PROBLEM REQUIREMENTS: Look through the records, and whenever a line includes the word "depotCount", copy it.

(Records drawn from a dataset)
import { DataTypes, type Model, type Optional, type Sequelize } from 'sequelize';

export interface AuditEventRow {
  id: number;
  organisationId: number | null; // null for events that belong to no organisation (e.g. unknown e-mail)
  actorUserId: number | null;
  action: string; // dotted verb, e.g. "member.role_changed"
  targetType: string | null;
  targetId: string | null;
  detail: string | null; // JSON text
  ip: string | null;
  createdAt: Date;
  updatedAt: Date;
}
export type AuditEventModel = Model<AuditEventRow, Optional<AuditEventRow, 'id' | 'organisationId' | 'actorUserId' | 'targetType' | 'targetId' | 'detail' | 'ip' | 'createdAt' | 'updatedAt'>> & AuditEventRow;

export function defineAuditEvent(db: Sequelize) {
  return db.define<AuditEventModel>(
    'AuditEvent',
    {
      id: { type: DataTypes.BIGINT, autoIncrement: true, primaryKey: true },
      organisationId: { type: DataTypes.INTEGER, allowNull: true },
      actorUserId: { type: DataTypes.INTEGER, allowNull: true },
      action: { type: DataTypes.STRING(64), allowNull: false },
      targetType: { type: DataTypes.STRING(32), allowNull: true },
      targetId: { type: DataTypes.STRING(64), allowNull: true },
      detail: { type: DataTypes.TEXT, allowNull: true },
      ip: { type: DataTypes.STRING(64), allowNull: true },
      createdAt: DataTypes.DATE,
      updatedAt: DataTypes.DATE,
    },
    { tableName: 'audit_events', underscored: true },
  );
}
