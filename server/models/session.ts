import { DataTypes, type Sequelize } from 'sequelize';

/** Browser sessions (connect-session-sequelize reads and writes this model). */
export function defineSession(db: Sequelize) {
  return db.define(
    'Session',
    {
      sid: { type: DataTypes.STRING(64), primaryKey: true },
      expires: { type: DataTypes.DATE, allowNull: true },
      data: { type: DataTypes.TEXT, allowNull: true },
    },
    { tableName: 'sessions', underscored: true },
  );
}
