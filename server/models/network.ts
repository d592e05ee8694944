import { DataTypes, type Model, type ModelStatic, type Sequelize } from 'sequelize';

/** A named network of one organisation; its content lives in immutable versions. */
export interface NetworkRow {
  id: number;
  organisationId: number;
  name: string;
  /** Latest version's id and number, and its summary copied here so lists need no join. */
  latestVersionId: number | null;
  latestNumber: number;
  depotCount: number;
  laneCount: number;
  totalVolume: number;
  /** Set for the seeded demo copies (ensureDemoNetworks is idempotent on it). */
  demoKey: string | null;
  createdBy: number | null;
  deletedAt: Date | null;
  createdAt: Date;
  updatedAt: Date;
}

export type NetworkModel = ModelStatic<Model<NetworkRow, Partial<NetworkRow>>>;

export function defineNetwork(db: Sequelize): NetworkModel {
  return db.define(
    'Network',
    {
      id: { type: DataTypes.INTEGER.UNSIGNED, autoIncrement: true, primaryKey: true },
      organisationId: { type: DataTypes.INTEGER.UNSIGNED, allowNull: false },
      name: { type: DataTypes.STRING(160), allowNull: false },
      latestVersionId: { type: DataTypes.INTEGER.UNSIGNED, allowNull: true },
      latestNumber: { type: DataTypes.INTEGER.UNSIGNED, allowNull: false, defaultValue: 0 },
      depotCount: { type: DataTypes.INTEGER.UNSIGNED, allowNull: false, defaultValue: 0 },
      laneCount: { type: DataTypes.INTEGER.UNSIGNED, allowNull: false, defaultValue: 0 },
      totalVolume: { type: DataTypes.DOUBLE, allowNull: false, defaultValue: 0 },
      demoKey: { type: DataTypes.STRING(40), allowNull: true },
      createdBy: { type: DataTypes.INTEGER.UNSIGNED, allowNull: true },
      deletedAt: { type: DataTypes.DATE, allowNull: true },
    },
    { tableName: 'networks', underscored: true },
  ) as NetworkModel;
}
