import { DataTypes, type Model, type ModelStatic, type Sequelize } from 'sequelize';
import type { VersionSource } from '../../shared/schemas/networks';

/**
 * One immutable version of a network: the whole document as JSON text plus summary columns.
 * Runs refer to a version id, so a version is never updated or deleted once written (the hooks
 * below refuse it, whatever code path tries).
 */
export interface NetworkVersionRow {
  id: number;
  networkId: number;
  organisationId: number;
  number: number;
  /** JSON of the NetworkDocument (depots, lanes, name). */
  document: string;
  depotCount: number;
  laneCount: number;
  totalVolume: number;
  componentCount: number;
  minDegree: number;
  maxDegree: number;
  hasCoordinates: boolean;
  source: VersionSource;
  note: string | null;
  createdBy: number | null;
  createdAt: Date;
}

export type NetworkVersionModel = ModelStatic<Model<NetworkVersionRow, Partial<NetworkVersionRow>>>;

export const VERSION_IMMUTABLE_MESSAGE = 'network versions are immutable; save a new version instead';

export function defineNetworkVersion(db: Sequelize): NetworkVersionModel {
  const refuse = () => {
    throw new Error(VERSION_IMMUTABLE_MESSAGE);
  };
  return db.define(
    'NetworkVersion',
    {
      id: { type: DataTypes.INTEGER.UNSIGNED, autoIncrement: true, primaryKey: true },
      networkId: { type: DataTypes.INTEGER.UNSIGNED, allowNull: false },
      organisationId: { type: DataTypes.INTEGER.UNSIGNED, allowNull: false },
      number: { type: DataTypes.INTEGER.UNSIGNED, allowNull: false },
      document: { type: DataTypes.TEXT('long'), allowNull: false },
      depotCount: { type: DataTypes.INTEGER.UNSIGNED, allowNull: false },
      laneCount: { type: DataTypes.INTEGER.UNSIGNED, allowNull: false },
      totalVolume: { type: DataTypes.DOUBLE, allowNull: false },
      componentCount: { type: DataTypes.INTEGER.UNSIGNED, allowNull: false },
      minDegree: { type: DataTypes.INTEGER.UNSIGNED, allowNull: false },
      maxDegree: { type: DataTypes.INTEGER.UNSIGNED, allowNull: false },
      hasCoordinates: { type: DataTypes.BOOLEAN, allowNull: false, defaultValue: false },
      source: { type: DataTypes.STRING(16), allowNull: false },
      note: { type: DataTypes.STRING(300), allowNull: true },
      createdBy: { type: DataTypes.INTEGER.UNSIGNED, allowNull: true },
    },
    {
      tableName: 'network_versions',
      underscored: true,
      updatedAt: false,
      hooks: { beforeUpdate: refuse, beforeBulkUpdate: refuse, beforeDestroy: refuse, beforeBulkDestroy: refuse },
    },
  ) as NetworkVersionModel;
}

OUTPUT FOR THIS TASK:
  depotCount: number;
      depotCount: { type: DataTypes.INTEGER.UNSIGNED, allowNull: false, defaultValue: 0 },
  depotCount: number;
      depotCount: { type: DataTypes.INTEGER.UNSIGNED, allowNull: false },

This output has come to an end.